Good Manufacturing Practices Division
GMP Division exists to ensure that personnel, premises and practices employed in the manufacturing of Health Products and Technologies comply with the defined codes of practice and other prescribed requirements through inspection of manufacturing facilities (both local and international)
As per CAP 244 of the Laws of Kenya, every person who is granted a manufacturing license is mandated to comply with good manufacturing practices. Additionally, marketing authorisation is granted upon confirming that the site of manufacture complies with Good Manufacturing Practices.
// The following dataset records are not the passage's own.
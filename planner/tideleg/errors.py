"""What can go wrong, as one tree.

TidelegError
├── InputError            the person's input: exit status 2, one message, no traceback
│   ├── PlanError         a plan or parts file: file, line, key, what was found, what is allowed
│   ├── ProfileError      a profile file: file, line, column
│   ├── InfeasibleError   the topology cannot do what a mission asks at some step
│   └── PluginError       a plugin that is needed is missing, broken or raised
└── NoEquilibriumError    the losses outrun the cooling: no steady temperature exists for a part at an instant
"""

from __future__ import annotations

from pathlib import Path


class TidelegError(Exception):
    """Base of every error that tideleg raises on purpose."""


class InputError(TidelegError):
    """Something the person gave cannot be used; the message says where, what came, what is wanted, what to do."""


class PlanError(InputError):
    """A plan or parts file holds something that cannot be used.

    file : the file
    key : dotted path of the key, such as `stage.inductor.inductance`, or None for the whole file
    line : line number in the file, from 1, or None where it is not known
    fault : what was found, what is allowed and what to do, as one or two sentences
    """

    def __init__(self, fault: str, *, file: Path | str | None = None, key: str | None = None, line: int | None = None):
        self.file, self.key, self.line, self.fault = file, key, line, fault
        where = [] if file is None else [str(file)]
        if line is not None:
            where.append(f"line {line}")
        if key:
            where.append(key)
        super().__init__(f"{', '.join(where)}: {fault}" if where else fault)


class ProfileError(InputError):
    """A profile file holds something that cannot be used; `line` counts from 1 and includes the header."""

    def __init__(self, fault: str, *, file: Path | str, line: int | None = None, column: str | None = None):
        self.file, self.line, self.column, self.fault = file, line, column, fault
        where = [str(file)]
        if line is not None:
            where.append(f"line {line}")
        if column:
            where.append(column)
        super().__init__(f"{', '.join(where)}: {fault}")


class InfeasibleError(InputError):
    """A stage cannot operate at some step of a mission; the message gives the instant, the voltages and the reason."""


class PluginError(InputError):
    """A plugin that the work needs is missing, could not be loaded, or raised; the message names its distribution."""


class NoEquilibriumError(TidelegError):
    """No steady temperature exists: the loss of a part grows faster with temperature than its cooling takes away."""
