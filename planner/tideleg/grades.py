"""What the numbers of parts are worth, and how much of the loss rests on each: which guesses matter."""

from __future__ import annotations

import dataclasses
from collections.abc import Iterable, Mapping
from functools import partial
from typing import Any

import numpy as np
from pydantic import ValidationError

from tideleg.outcome import GradeEntry, MissionResult
from tideleg.plan import Plan
from tideleg.registry import call_plugin
from tideleg.stage import Stage, StagePart


def grade_entries(plan: Plan, stage: Stage, missions: Iterable[MissionResult]) -> tuple[GradeEntry, ...]:
    """Return every graded number of a part with the loss terms that it touches, the greatest share of loss first.

    A number touches a term if the term comes out otherwise, or not at all, without it.
    """
    joules = _energies(missions)
    whole = sum(joules.values())
    entries = []
    for key, grade in plan.stage.grades.items():
        table, _, name = key.removeprefix("stage.").rpartition(".")
        parts = [part for part in stage.parts if part.slot.table == table]
        touched = [(p.slot.name, mechanism) for p in parts for mechanism in _touched(plan, stage, p, name)]
        lost = sum(joules.get(one, 0.0) for one in touched)
        words = tuple(f"{mechanism} of {part.replace('_', ' ')}" for part, mechanism in touched)
        share = lost / whole if touched and whole > 0.0 else None
        entries.append(GradeEntry(key, grade, words or _besides(plan, stage, parts, name), share))
    return tuple(sorted(entries, key=lambda e: -1.0 if e.loss_share is None else -e.loss_share))


def placeholder_words(plan: Plan) -> tuple[str, ...]:
    """Return one sentence for each part that is invented."""
    sentences = []
    for table in plan.stage.placeholders:
        name = plan.stage.keys_of(table.removeprefix("stage.")).get("name", plan.stage.part_files.get(table, ""))
        named = f" ({name})" if name else ""
        sentences.append(
            f"[{table}] is a PLACEHOLDER{named}: invented numbers of no maker; put those of a real part there"
        )
    return tuple(sentences)


def _energies(missions: Iterable[MissionResult]) -> dict[tuple[str, str], float]:
    """Return the energy of a year by part and mechanism [J]."""
    found: dict[tuple[str, str], float] = {}
    for mission in missions:
        for entry in mission.losses:
            key = (entry.part, entry.mechanism)
            found[key] = found.get(key, 0.0) + mission.passes_per_year * entry.total_j
    return found


def _touched(plan: Plan, stage: Stage, part: StagePart, name: str) -> list[str]:
    """Return the mechanisms of a part that come out otherwise without one key."""
    given = plan.stage.keys_of(part.slot.table)
    found = []
    for model in {bound.model.name: bound.model for bound in part.terms}.values():
        if name not in model.settings.model_fields:
            continue
        own = [bound.term for bound in part.terms if bound.model is model]
        rest = {key: value for key, value in given.items() if key in model.settings.model_fields and key != name}
        try:
            settings = model.settings.model_validate(rest)
        except ValidationError:
            found += [term.mechanism for term in own]
            continue
        without = {term.mechanism: term for term in call_plugin(stage.registry, model, partial(model.terms, settings))}
        found += [term.mechanism for term in own if not _alike(term, without.get(term.mechanism))]
    return found


def _alike(one: Any, other: Any) -> bool:
    """Whether two terms hold the same data."""
    if dataclasses.is_dataclass(one) and type(one) is type(other):
        names = [field.name for field in dataclasses.fields(one)]
        return all(_alike(getattr(one, name), getattr(other, name)) for name in names)
    if isinstance(one, tuple) and isinstance(other, tuple):
        return len(one) == len(other) and all(_alike(a, b) for a, b in zip(one, other, strict=True))
    return one is other or bool(np.array_equal(one, other))


def _besides(plan: Plan, stage: Stage, parts: list[StagePart], name: str) -> tuple[str, ...]:
    """Return what a number touches that no loss term reads: temperatures, or the waveforms and limits."""
    if plan.cooling is None or not parts:
        return ()
    models: Mapping[Any, Any] = stage.registry.cooling(plan.cooling.model).part_settings
    kind = parts[0].slot.kind
    if kind in models and name in models[kind].model_fields:
        return tuple(f"temperature of {part.slot.name.replace('_', ' ')}" for part in parts)
    return ()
Services offered by the Division include
- Conducting inspections to manufacturing sites (both local and foreign) for purposes of marketing authorization
2. Regulatory oversight to local manufacturers by conducting Risk Based Inspection (RBI)
3. Advising and guiding clients interested in setting up HPT manufacturing sites in Kenya.
4. Certification of sites for GMP compliance or non compliance.
Commitment to Best Practices
The PPB is committed to aligning its GMP oversight framework with internationally recognized standards. WHO guidelines will serve as a primary reference in the development, updating, and implementation of this document, ensuring its relevance and effectiveness in promoting public health.
By working together, regulators, manufacturers, and other stakeholders can uphold the highest quality standards for HPTs in Kenya, fostering trust and ensuring the safety and efficacy of all health products in the market.